Идея читательского «соучастия» развивалась в сочинениях филологов символистского круга. Уже Валерий Брюсов в первом выпуске «Русских символистов» писал: «Не только поэт-символист, но и его читатель должны обладать чуткой душой и вообще тонко развитой организацией. В символическое произведение надо вчитаться; воображение должно воссоздать только намеченную мысль автора»[62]. Ему вторил Вячеслав Иванов: «О символизме можно говорить, лишь изучая произведение в его отношении к субъекту воспринимающему»[63]. Мысли о важности участия читателя в создании художественного образа в разное время высказывали Николай Гумилев, Осип Мандельштам[64]. Эстетику читателя развивал выдающийся русский мыслитель ХХ века Михаил Бахтин[65]. В середине ХХ века охарактеризованный комплекс представлений получил развитие на европейской почве: сначала в работах польского филолога Романа Ингардена, а затем у немецких ученых Ханса Роберта Яусса и Вольфа Изера[66]. Возникло направление, называемое «рецептивная эстетика», которое сегодня является ведущим в современной гуманитарной науке, как европейской, так и российской.

 

Однако у рецептивной эстетики, как у всякой теоретической концепции, есть возможности радикального осмысления, спекулятивного использования.
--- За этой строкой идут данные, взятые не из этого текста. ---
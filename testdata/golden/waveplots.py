#!/usr/bin/python3
"""Golden pulse spectra and occupied bandwidths for scenarios/waveplots.go.

Samples each pulse from its published definition, independently of the Go
code, takes its energy spectrum with numpy's FFT (zero-padded to the
transform length the Go code uses, written out so the test can check it),
and finds the occupied bandwidth: the band outside which lies 0.5 % of the
energy on each side (ITU Radio Regulations No. 1.153; Recommendation
ITU-R SM.328), reading the edges off the cumulative energy with each bin's
energy spread evenly over its width.

Pulses (t = i/fs, i = 0 .. ceil(tau*fs)-1):
  rect: u = 1
  lfm (up-chirp, phase zero at the pulse centre):
      u = exp(j*pi*(B/tau)*(t - tau/2)**2)

Run: cd testdata/golden && /usr/bin/python3 waveplots.py
"""
import json
import math
import os

import numpy as np


def fft_len(n):
    """Smallest integer >= n whose prime factors are 2, 3 and 5."""
    best = 1
    while best < n:
        best *= 2
    p5 = 1
    while p5 < best:
        p35 = p5
        while p35 < best:
            m = p35
            while m < n:
                m *= 2
            best = min(best, m)
            p35 *= 3
        p5 *= 5
    return best


def pulse(kind, tau, bw, fs):
    n = int(round(tau * fs)) if abs(tau * fs - round(tau * fs)) <= 1e-9 * tau * fs else math.ceil(tau * fs)
    t = np.arange(n) / fs
    if kind == "rect":
        return np.ones(n, dtype=complex)
    return np.exp(1j * np.pi * (bw / tau) * (t - tau / 2) ** 2)


def occupied(p, frac=0.99):
    total = p.sum()
    tail = (1 - frac) / 2 * total
    c = np.concatenate(([0.0], np.cumsum(p)))  # c[i] = energy below bin i - 1/2
    # lower edge: position x (in bins, bin i spans [i-1/2, i+1/2)) where
    # the cumulative energy reaches tail
    i = int(np.searchsorted(c, tail, side="left")) - 1
    lo = i - 0.5 + (tail - c[i]) / p[i]
    r = np.concatenate(([0.0], np.cumsum(p[::-1])))
    j = int(np.searchsorted(r, tail, side="left")) - 1
    hi = (len(p) - 1 - j) + 0.5 - (tail - r[j]) / p[len(p) - 1 - j]
    return lo, hi


CASES = [
    # name, kind, tau (s), B (Hz, lfm), fs (Hz)
    ("rect-3.2us", "rect", 3.2e-6, 0, 20e6),
    ("lfm-20us-10MHz", "lfm", 20e-6, 10e6, 20e6),
    ("lfm-10us-2MHz", "lfm", 10e-6, 2e6, 8e6),
    ("lfm-50us-20MHz", "lfm", 50e-6, 20e6, 40e6),
]

out = {"numpy": np.__version__, "source": "testdata/golden/waveplots.py", "cases": []}
for name, kind, tau, bw, fs in CASES:
    u = pulse(kind, tau, bw, fs)
    L = fft_len(max(len(u), 4096))
    p = np.abs(np.fft.fftshift(np.fft.fft(u, L))) ** 2
    lo, hi = occupied(p)
    df = fs / L
    h = L // 2
    out["cases"].append({
        "name": name, "kind": kind, "pulse_width_s": tau, "bandwidth_hz": bw, "sample_rate_hz": fs,
        "samples": len(u), "fft_len": L,
        "occupied_lo_hz": (lo - h) * df, "occupied_hi_hz": (hi - h) * df,
        "occupied_bw_hz": (hi - lo) * df,
        # a few spectrum values, dB re peak, at bins h + k
        "spectrum_db": {str(k): float(10 * np.log10(max(p[h + k] / p.max(), 1e-8)))
                        for k in (0, 7, 64, 200, 500, 1000) if h + k < L},
    })

path = os.path.join(os.path.dirname(os.path.abspath(__file__)), "waveplots.json")
with open(path, "w") as f:
    json.dump(out, f, indent=1)
    f.write("\n")
print("wrote", path)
Во второй половине ХХ века такие версии осмысления получили распространение, особенно на западной почве. Так, известный американский художник-авангардист и философ Дональд Джадд в 1960-е годы заявлял: «Если кто-то называет это искусством, то это искусство». Эта фраза, ставшая крылатой, свидетельствует о том, что в сознании европейской культуры само качество художественности сделалось прерогативой восприятия: это художественно, если я или кто-то находит это таковым. При таком подходе художественным может быть объявлен абсолютно любой объект, включая бытовой и промышленный мусор или детские каракули, – что и проделывалось неоднократно адептами авангардизма. И конечно, экспериментальные тексты концептуального искусства тоже обладают полным правом претендовать на эстетизм.

 

Мы не случайно останавливаемся так подробно на эстетических основаниях новейшего искусства. Все эти подробности новых теорий искусства важны, потому что современность складывается именно в контексте этих эстетических воззрений. Мы можем относиться к ним как угодно, однако необходимо знать и понимать, как новый опыт искусства находит соответствие и оправдание в современной эстетике.

 

Концептуализм уже к началу 1990-х сделался довольно односторонним течением. Деконструкция советской мифологии превратилась в самодостаточное занятие, и переросла в деконструкцию культуры вообще. Этот путь прошли и Дмитрий Пригов, и Тимур Кибиров, и Владимир Сорокин. Кибирову, как мы увидели, было изначально свойственно стремление оперировать цитатами из классики, а не из советской литературы. Пригов тоже поворачивает внимание «к корням»: «Коль смолоду честь не беречь // Что к старости-то станется…», с реминисценцией известного эпиграфа к «Капитанской дочке». Сорокин в романе под названием «Роман» осуществил убедительную стилизацию повествовательной манеры бунинско-шмелёвской прозы – а на последних шестидесяти страницах показал, как герой, обнаружив свою сущность маньяка-убийцы, ночью вырезал всю деревню и покончил с собой. Стиль, таким способом, обнаружил свою условность, оказался деконструирован… Но это всё после конца 1980-х – не более чем тиражирование знакомого готового приёма. Сергей Гандлевский безжалостно, однако точно указал на обречённость художника-концептуалиста, поместившего деконструкцию на знамя собственного творчества: «Смех превращается в работу, шутник становится назойливым, карнавал оборачивается скукой. <…> Лицевая мускулатура одеревеневает в обязательной весёлой гримасе. Рождённый позывом к свободе, смех становится её врагом, присягой»[67].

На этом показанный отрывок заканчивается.